[Stored items from a collection]

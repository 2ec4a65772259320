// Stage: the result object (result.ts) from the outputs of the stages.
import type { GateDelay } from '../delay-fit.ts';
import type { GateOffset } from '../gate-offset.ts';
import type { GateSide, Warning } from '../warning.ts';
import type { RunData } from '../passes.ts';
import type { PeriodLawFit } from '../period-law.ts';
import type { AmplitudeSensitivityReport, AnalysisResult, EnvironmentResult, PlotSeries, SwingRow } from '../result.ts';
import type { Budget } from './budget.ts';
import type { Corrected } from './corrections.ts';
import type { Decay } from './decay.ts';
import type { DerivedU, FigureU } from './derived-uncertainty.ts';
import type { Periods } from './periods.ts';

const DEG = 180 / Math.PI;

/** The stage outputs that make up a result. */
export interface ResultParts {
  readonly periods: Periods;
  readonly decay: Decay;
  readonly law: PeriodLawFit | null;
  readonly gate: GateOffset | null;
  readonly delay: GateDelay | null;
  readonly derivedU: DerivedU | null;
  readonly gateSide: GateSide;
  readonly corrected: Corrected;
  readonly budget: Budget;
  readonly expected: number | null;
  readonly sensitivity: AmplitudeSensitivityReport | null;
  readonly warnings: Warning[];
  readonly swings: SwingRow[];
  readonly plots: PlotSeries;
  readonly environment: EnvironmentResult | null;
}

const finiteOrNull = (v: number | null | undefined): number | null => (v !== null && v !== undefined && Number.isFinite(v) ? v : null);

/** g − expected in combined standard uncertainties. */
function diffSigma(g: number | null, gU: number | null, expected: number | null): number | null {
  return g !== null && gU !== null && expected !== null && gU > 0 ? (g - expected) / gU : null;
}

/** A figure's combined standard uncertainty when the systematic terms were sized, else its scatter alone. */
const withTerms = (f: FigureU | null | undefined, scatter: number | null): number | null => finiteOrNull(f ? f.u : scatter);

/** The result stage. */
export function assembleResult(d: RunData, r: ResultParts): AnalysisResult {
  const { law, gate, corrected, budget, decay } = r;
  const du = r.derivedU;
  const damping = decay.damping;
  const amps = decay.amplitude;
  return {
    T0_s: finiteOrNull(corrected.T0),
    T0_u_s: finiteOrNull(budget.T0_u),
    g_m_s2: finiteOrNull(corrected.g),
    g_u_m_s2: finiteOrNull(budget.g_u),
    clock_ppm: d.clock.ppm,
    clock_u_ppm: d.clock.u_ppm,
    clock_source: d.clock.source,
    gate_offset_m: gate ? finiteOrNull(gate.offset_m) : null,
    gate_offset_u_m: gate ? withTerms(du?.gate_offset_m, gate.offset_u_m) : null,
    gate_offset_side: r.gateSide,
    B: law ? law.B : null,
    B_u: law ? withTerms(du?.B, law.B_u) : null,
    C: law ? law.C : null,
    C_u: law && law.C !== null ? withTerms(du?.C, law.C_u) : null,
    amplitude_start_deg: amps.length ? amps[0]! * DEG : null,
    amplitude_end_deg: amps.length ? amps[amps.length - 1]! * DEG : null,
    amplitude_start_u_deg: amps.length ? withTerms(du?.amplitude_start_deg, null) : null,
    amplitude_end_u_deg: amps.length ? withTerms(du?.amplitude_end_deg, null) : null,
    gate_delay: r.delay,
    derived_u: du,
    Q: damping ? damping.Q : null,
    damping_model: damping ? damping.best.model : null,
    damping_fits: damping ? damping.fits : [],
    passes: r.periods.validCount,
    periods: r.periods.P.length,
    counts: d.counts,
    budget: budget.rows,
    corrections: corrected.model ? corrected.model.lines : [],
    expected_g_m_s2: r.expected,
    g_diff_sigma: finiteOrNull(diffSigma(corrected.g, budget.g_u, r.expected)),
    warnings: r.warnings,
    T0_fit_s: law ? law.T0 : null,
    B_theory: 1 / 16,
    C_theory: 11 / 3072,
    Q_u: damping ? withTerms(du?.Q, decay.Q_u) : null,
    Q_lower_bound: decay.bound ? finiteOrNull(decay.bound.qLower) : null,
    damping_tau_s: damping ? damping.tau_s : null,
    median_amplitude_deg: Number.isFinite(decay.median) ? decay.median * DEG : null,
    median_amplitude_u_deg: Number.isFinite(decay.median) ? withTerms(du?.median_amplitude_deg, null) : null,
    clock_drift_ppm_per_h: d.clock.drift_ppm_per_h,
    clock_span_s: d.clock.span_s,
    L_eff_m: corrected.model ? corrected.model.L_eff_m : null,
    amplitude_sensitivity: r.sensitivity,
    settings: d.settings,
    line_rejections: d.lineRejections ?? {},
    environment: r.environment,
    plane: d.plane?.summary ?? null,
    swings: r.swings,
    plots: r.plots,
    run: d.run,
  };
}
--
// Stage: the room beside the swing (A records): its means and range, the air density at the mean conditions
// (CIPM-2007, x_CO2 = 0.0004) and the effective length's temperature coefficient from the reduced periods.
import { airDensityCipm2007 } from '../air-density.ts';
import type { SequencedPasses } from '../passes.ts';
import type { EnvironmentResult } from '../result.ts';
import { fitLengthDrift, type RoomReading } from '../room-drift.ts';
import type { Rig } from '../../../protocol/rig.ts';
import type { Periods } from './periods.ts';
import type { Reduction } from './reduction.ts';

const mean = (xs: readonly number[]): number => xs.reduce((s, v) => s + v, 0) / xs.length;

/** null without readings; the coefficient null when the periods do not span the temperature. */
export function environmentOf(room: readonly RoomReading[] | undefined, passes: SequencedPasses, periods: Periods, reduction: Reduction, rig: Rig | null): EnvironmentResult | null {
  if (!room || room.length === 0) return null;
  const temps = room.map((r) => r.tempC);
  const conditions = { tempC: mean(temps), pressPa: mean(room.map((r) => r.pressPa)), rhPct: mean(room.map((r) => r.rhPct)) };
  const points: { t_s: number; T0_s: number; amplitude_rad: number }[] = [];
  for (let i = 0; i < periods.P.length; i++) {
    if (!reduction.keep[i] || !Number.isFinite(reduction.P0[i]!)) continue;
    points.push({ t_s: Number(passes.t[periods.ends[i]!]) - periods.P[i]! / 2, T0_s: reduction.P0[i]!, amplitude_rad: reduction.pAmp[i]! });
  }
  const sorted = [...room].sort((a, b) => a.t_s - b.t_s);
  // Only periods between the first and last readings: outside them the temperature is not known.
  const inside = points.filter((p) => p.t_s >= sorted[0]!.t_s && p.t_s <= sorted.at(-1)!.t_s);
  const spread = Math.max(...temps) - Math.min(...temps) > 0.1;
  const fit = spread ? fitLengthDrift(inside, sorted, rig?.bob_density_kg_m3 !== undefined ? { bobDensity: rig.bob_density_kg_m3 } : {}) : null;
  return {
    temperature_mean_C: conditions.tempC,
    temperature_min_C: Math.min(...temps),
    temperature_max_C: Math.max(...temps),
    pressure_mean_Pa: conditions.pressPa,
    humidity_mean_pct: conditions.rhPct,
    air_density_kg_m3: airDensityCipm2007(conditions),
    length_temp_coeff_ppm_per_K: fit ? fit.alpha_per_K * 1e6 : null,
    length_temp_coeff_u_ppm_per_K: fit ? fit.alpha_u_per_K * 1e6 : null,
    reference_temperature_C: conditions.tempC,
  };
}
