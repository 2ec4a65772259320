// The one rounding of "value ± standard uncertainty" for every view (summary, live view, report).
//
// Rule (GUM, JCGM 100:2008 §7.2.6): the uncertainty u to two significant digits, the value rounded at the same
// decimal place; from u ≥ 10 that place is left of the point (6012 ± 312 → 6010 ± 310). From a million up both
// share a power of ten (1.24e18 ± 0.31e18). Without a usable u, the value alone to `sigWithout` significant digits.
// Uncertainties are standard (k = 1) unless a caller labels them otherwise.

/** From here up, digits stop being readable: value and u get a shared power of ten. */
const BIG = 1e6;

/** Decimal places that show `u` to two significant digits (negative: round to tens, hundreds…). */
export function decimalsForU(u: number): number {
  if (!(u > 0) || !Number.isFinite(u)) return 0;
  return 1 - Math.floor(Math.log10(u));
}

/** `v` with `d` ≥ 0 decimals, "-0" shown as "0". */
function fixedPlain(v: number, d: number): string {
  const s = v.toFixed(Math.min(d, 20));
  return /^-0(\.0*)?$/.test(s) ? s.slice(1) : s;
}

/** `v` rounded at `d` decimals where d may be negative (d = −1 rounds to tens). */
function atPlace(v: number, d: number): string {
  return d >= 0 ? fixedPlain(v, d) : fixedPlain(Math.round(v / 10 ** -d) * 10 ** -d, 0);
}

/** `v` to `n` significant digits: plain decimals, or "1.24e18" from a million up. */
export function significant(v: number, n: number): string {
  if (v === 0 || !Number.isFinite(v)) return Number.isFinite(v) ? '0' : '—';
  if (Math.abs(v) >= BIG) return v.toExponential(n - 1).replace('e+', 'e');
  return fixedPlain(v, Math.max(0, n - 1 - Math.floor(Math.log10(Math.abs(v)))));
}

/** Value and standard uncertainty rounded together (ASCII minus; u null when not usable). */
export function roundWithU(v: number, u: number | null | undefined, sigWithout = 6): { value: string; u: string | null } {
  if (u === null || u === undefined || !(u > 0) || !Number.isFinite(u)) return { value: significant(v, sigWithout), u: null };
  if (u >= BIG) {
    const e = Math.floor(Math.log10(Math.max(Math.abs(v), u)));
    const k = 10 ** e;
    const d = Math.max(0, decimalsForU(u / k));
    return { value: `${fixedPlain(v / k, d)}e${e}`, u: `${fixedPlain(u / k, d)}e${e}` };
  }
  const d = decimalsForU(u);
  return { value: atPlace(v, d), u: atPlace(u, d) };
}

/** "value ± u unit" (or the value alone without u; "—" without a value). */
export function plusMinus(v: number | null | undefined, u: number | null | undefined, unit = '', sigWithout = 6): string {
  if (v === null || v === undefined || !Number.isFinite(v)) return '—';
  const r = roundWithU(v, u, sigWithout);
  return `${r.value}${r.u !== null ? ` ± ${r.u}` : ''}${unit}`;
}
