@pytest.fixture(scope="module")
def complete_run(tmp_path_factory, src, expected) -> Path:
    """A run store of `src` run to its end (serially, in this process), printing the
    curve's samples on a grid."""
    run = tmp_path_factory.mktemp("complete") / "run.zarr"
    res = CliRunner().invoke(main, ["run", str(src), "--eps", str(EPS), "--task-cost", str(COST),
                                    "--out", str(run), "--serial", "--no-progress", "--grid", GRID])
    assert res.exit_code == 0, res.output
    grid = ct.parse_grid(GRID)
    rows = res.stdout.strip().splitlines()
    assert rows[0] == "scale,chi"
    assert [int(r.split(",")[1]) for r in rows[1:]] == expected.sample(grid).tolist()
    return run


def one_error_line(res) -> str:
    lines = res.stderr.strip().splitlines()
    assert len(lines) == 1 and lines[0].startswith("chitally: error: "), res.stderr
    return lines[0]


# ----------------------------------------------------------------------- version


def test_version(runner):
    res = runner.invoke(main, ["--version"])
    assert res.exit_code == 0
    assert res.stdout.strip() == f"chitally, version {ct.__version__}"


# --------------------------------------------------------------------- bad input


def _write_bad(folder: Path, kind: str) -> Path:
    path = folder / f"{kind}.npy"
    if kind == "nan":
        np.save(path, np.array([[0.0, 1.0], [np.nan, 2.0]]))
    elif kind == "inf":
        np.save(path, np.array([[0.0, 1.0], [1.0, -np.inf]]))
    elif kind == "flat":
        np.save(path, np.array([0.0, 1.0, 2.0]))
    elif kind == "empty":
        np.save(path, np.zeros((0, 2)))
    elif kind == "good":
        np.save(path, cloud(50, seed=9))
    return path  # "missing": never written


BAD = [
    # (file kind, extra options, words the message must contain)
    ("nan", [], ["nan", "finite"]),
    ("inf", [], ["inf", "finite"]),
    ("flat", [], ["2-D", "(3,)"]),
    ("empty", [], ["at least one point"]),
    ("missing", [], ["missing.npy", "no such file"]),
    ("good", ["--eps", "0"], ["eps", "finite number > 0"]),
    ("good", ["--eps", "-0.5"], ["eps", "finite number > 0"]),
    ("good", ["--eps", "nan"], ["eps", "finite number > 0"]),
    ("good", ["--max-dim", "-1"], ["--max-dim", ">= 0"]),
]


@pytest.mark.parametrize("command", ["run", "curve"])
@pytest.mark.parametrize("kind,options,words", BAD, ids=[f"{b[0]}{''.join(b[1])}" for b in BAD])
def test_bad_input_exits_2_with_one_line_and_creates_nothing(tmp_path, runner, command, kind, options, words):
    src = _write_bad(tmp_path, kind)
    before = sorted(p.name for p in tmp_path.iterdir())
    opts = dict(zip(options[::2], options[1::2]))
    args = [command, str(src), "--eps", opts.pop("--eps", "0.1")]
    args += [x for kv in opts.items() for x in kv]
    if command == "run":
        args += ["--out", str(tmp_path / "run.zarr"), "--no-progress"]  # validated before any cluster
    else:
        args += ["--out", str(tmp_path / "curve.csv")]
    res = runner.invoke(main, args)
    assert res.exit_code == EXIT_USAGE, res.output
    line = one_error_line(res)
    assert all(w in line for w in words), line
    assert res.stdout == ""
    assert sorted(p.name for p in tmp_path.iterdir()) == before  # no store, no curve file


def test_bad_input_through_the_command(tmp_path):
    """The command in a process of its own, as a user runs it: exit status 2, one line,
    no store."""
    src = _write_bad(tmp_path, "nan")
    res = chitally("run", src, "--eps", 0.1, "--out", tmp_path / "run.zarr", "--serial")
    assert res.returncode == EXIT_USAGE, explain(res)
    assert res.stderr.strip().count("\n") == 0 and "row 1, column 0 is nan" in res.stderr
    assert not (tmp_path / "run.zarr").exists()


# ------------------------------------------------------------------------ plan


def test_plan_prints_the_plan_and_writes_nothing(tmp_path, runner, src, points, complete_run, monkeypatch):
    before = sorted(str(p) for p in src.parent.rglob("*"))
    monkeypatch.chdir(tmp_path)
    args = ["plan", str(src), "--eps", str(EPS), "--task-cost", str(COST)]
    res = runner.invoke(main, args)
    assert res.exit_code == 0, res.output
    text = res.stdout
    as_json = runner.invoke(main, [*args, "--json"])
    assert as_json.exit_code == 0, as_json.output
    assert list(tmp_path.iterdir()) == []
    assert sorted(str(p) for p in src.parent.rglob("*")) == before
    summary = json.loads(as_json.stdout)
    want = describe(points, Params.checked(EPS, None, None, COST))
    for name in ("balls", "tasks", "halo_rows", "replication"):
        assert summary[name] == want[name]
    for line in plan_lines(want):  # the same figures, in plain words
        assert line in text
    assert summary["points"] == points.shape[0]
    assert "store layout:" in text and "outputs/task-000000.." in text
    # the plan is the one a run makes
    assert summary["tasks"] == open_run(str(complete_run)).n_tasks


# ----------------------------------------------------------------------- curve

**WHAT THE TASK REQUIRES:**
Show, from the entries above, every line that includes the string "pytest".

**ANSWER BOX:**
@pytest.fixture(scope="module")
@pytest.mark.parametrize("command", ["run", "curve"])
@pytest.mark.parametrize("kind,options,words", BAD, ids=[f"{b[0]}{''.join(b[1])}" for b in BAD])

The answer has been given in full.